Data breach exposes 49 million Dell customers

The technology giant was hacked by Menelik, who has offered to sell the stolen data.

Approximately 49 million of Dell’s customers have been hit by a data breach, the company has announced in an email to current and former customers.

“We are currently investigating an incident involving a Dell portal, which contains a database with limited types of customer information related to purchases from Dell,” the company said.

In the email, Dell claimed that no highly sensitive customer information, such as financial or payment information, email address or telephone number, was breached. Yet, the company’s investigation indicates that information accessed included:

  • nName;
  • physical address; and
  • Dell hardware and order information, including service tag, item description, date of order and related warranty information.
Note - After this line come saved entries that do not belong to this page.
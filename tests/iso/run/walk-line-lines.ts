/** Random lines for the walk of whole lines (tests/oracle/walk-line.ts), and the run documents that say the same. */
import type { AxisName, Item, Nps, Offset, Point, Run, RunDocument } from "../../../iso/run/document";
import { defaultLineSettings, newRunDocument } from "../../../iso/run/defaults";
import { newPoint } from "../../../iso/run/edit";
import { end, flange, joint, outlet, pipe, support, tee, valve } from "../../fixtures/run-builder";
import { seededRandom } from "../../oracle/random";
import type { LinePoint, LineRun, Size, Stand, Triple } from "../../oracle/walk-line";

const INCH = 25.4;
const SIZES: readonly Size[] = ["2", "3", "4", "6", "8"];
const SMALLER: Readonly<Record<string, readonly Size[]>> = { "3": ["2"], "4": ["2", "3"], "6": ["3", "4"], "8": ["4", "6"] };
const LARGER: Readonly<Record<string, readonly Size[]>> = { "2": ["3", "4"], "3": ["4", "6"], "4": ["6", "8"], "6": ["8"] };
const AXES: Readonly<Record<string, Triple>> = { E: [1, 0, 0], N: [0, 1, 0], U: [0, 0, 1] };
const AXIS_OF: readonly AxisName[] = ["E", "N", "U"];

const cross = (a: Triple, b: Triple): Triple => [a[1] * b[2] - a[2] * b[1], a[2] * b[0] - a[0] * b[2], a[0] * b[1] - a[1] * b[0]];
const sum = (a: Triple, b: Triple, k: number): Triple => [a[0] + b[0] * k, a[1] + b[1] * k, a[2] + b[2] * k];
const unit = (v: Triple): Triple => sum([0, 0, 0], v, 1 / Math.hypot(...v));

/** A direction turned by `deg` in the plane rolled `roll` degrees about it. */
function turned(d: Triple, deg: number, roll: number): Triple {
  const side = unit(cross(d, Math.abs(d[2]) < 0.9 ? [0, 0, 1] : [0, 1, 0]));
  const up = cross(side, d);
  const [t, r] = [(deg * Math.PI) / 180, (roll * Math.PI) / 180];
  return unit(sum(sum(sum([0, 0, 0], d, Math.cos(t)), side, Math.sin(t) * Math.cos(r)), up, Math.sin(t) * Math.sin(r)));
}

/** A line of one seed: a main run, branches, and branches of branches; some in socket-weld NPS 1. */
export function randomLine(seed: number): LineRun[] {
  const random = seededRandom(seed);
  const pick = <T>(list: readonly T[]): T => list[Math.floor(random() * list.length)]!;
  const runs: LineRun[] = [];
  let serial = 0;
  const grow = (from: LinePoint | null, way: Triple, size: Size, depth: number): void => {
    const points: LinePoint[] = [];
    const leaving: { readonly point: LinePoint; readonly way: Triple; readonly size: Size }[] = [];
    const count = 2 + Math.floor(random() * (depth === 0 ? 8 : 4));
    let [d, now] = [way, size];
    if (from === null) points.push({ id: `p${(serial += 1)}`, stand: size === "1" ? "open" : pick(["open", "flange"] as const), step: [0, 0, 0], size });
    for (let i = 0; i < count; i++) {
      const length = 60 + Math.floor(random() * 2_000) / 16;
      const step = sum([0, 0, 0], d, length);
      const stand: Stand = i === count - 1 ? (now === "1" ? "open" : pick(["open", "flange"] as const)) : pick(now === "1" ? SOCKET_STANDS : BUTT_STANDS);
      const made = { id: `p${(serial += 1)}`, stand, step, size: now };
      const roll = pick([0, 90, 180, 270, random() * 360]);
      const axis = AXIS_OF.find((a) => Math.abs(d[AXIS_OF.indexOf(a)]!) < 0.6) ?? "U";
      const point = furnished(made, AXES[axis]!, pick, random);
      if (!point) {
        points.push({ ...made, stand: "support" });
        continue;
      }
      points.push(point);
      if ((stand === "tee" || stand === "sw-tee" || stand === "outlet") && i < count - 1) leaving.push({ point, way: turned(d, 90, roll), size: point.size2 ?? now });
      d = afterPoint(point, d, roll, pick, random);
      if (stand === "reducer") now = point.size2!;
    }
    runs.push({ id: from === null ? "main" : `b${runs.length}`, from: from?.id ?? null, points });
    if (depth < 2) for (const branch of leaving) grow(branch.point, branch.way, branch.size, depth + 1);
  };
  grow(null, pick<Triple>([[1, 0, 0], [0, 1, 0], unit([1, 1, 0])]), seed % 6 === 0 ? "1" : pick(SIZES), 0);
  return runs;
}

const BUTT_STANDS: readonly Stand[] = ["turn", "turn", "sr", "mitre", "bend", "return", "tee", "tee", "outlet", "reducer", "reducer", "gate", "globe", "pair", "weld", "support"];
const SOCKET_STANDS: readonly Stand[] = ["sw90", "sw45", "sw-tee", "coupling", "support"];

/** The point with its sizes, side and radius; null where the tables typed by hand have no such fitting. */
function furnished(p: LinePoint, side: Triple, pick: <T>(list: readonly T[]) => T, random: () => number): LinePoint | null {
  switch (p.stand) {
    case "tee": {
      const size2 = pick([p.size, ...(SMALLER[p.size] ?? [])]);
      return size2 === p.size ? p : { ...p, size2 };
    }
    case "outlet":
      return Number(p.size) >= 4 ? { ...p, size2: "2" } : null;
    case "reducer": {
      const size2 = pick([...(SMALLER[p.size] ?? []), ...(LARGER[p.size] ?? []).filter((l) => SMALLER[l]?.includes(p.size))]);
      return random() < 0.5 ? { ...p, size2 } : { ...p, size2, side };
    }
    case "return":
      return { ...p, side };
    case "mitre":
    case "bend":
      return { ...p, radius: 2 * Number(p.size) };
    default:
      return p;
  }
}

function afterPoint(p: LinePoint, d: Triple, roll: number, pick: <T>(list: readonly T[]) => T, random: () => number): Triple {
  switch (p.stand) {
    case "turn":
      return turned(d, pick([90, 90, 45, 88 + random() * 4.9, 43 + random() * 4, 5 + random() * 35, 50 + random() * 35]), roll);
    case "sr":
    case "sw90":
      return turned(d, 90, roll);
    case "sw45":
      return turned(d, 45, roll);
    case "mitre":
    case "bend":
      return turned(d, pick([90, 60, 30 + random() * 50]), roll);
    case "return":
      return sum([0, 0, 0], d, -1);
    default:
      return d;
  }
}

/** The run document of a line. Every third level-ish leg is typed as a slope, the others as offsets. */
export function lineDocument(runs: readonly LineRun[]): RunDocument {
  const main = runs[0]!;
  const settings = { ...defaultLineSettings("imperial"), pipe: pipe(main.points[0]!.size as Nps, "80"), shippingBoxMm: [1e6, 1e6, 1e6] as [number, number, number] };
  return {
    ...newRunDocument("W-2", settings),
    runs: runs.map((run): Run => ({ id: run.id, name: run.from === null ? "" : run.id, from: run.from, pipe: null, points: run.points.map((p, i) => documentPoint(p, i)) })),
  };
}

function documentPoint(p: LinePoint, index: number): Point {
  return { ...newPoint(p.id), offset: offsetOf(p.step, index), item: itemOf(p) };
}

function offsetOf(step: Triple, index: number): Offset {
  const entry = (inches: number) => ({ text: "", mm: inches * INCH });
  const level = Math.hypot(step[0], step[1]);
  if (index % 3 === 2 && level > 1 && Math.abs(step[2]) < level) {
    return { kind: "slope", direction: { text: "", e: step[0] / level, n: step[1] / level, u: 0 }, length: entry(level), slope: { text: "", ratio: step[2] / level } };
  }
  return { kind: "enu", e: entry(step[0]), n: entry(step[1]), u: entry(step[2]) };
}

function itemOf(p: LinePoint): Item {
  const side = p.side ? AXIS_OF[p.side.findIndex((c) => c !== 0)]! : null;
  const items: Readonly<Record<Stand, () => Item>> = {
    open: () => end("open", "BEVEL"), flange: () => flange(), turn: () => ({ kind: "none" }), sr: () => ({ kind: "elbow", elbow: "sr-90" }),
    mitre: () => ({ kind: "mitre", pieces: 3, radiusMm: p.radius! * INCH }), bend: () => ({ kind: "bend", radiusMm: p.radius! * INCH }),
    return: () => ({ kind: "return", radius: "LR", toward: side ?? "U" }), tee: () => tee((p.size2 ?? null) as Nps | null), outlet: () => outlet("2"),
    reducer: () => ({ kind: "reducer", shape: side ? "eccentric" : "concentric", toNps: p.size2 as Nps, toSchedule: null, flat: side }),
    gate: () => valve(), globe: () => valve({ valve: "globe" }), pair: () => flange(), weld: () => joint, support: () => support(),
    sw90: () => ({ kind: "elbow", elbow: "sw-90" }), sw45: () => ({ kind: "elbow", elbow: "sw-45" }), "sw-tee": () => tee(null, "socket"),
    coupling: () => ({ kind: "coupling", half: false }),
  };
  return items[p.stand]();
}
“We believe there is not a significant risk to our customers given the type of information involved,” Dell said.

Hacker selling data

According to csoonline, the threat actor Menelik announced on April 28 the sale of “data for 49 million customers and other information systems purchased from Dell between 2017-2024” on BreachForums – a new crime site for hackers.

There, Menelik listed that the stolen data included customer information such as city, full name, address, province, postal code, warranty plan, company name, order number, customer number, system shipped date (order date), and the unique seven-digit service tag of the system.

The top five countries with most customers in the leaked database are believed to be the US, China, India, Australia, and Canada. Hacked data is also thought to include information from enterprise clients, partners, educational, institutions, and other entries.

Menelik also claimed to have more information than Dell stated in the email.

“I don’t have email/phone for this 49 million but I do have email and phone number of some several thousand other customers. All recent,” the hacker said on the forum according to csoonline.

BleepingComputer, who has been in contact with Menelik, says that the threat actor harvested the data by generating 5,000 requests per minute for three weeks without Dell blocking the attempts.

The attack was made in March, and details emailed to Dell on April 12 and 14 to report the bug to the company’s security team. Dell’s email to customers was sent a few days ago.

Dell criticised

Dell is reported to have notified law enforcement, and engaged a third-party forensics firm to investigate the incident. “We will continue to monitor the situation,” the company said.

Yet, even if Dell “do not believe there is significant risk” relating to the leaked data, many of the affected customers voiced their anger and concern on Reddit.

  • “So my full name, address, and what I bought are on the web somewhere? “No Significant Risk” huh Dell? lol.”
  • “Addresses are considered personally identifiable information and are subject to strict safeguards in most jurisdictions. How the hell does Dell consider this a limited type of information?”
  • “They claim “no significant risk” yet bad actors having access to your hardware information, including original configuration, is VERY bad imo. They are trying to make this ok and not a big deal, but what they should be doing is warning people to make sure they arent using any default login, change their IDRAC logins etc etc. Poor communications from Dell on this one.”